Data supplied.
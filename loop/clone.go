package loop

import "slices"

// Clone returns a deep copy of sc: every slice (groups, and each group's
// distances, speeds and custom taps; inner-loop levels and thresholds; the
// link table) is copied, so changing the copy never changes sc. Nil slices
// stay nil and empty ones stay empty.
func (sc Scenario) Clone() Scenario {
	sc.Groups = slices.Clone(sc.Groups)
	for i := range sc.Groups {
		g := &sc.Groups[i]
		g.DistancesM = slices.Clone(g.DistancesM)
		g.Speeds = slices.Clone(g.Speeds)
		g.CustomTaps = slices.Clone(g.CustomTaps)
	}
	sc.InnerLoop.LevelsDB = slices.Clone(sc.InnerLoop.LevelsDB)
	sc.InnerLoop.ThresholdsDB = slices.Clone(sc.InnerLoop.ThresholdsDB)
	sc.Link.Table = slices.Clone(sc.Link.Table)
	return sc
}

Assignment.
Going through the data above, please tally the lines that contain the string "copy" and return only the total.

The completed task.
2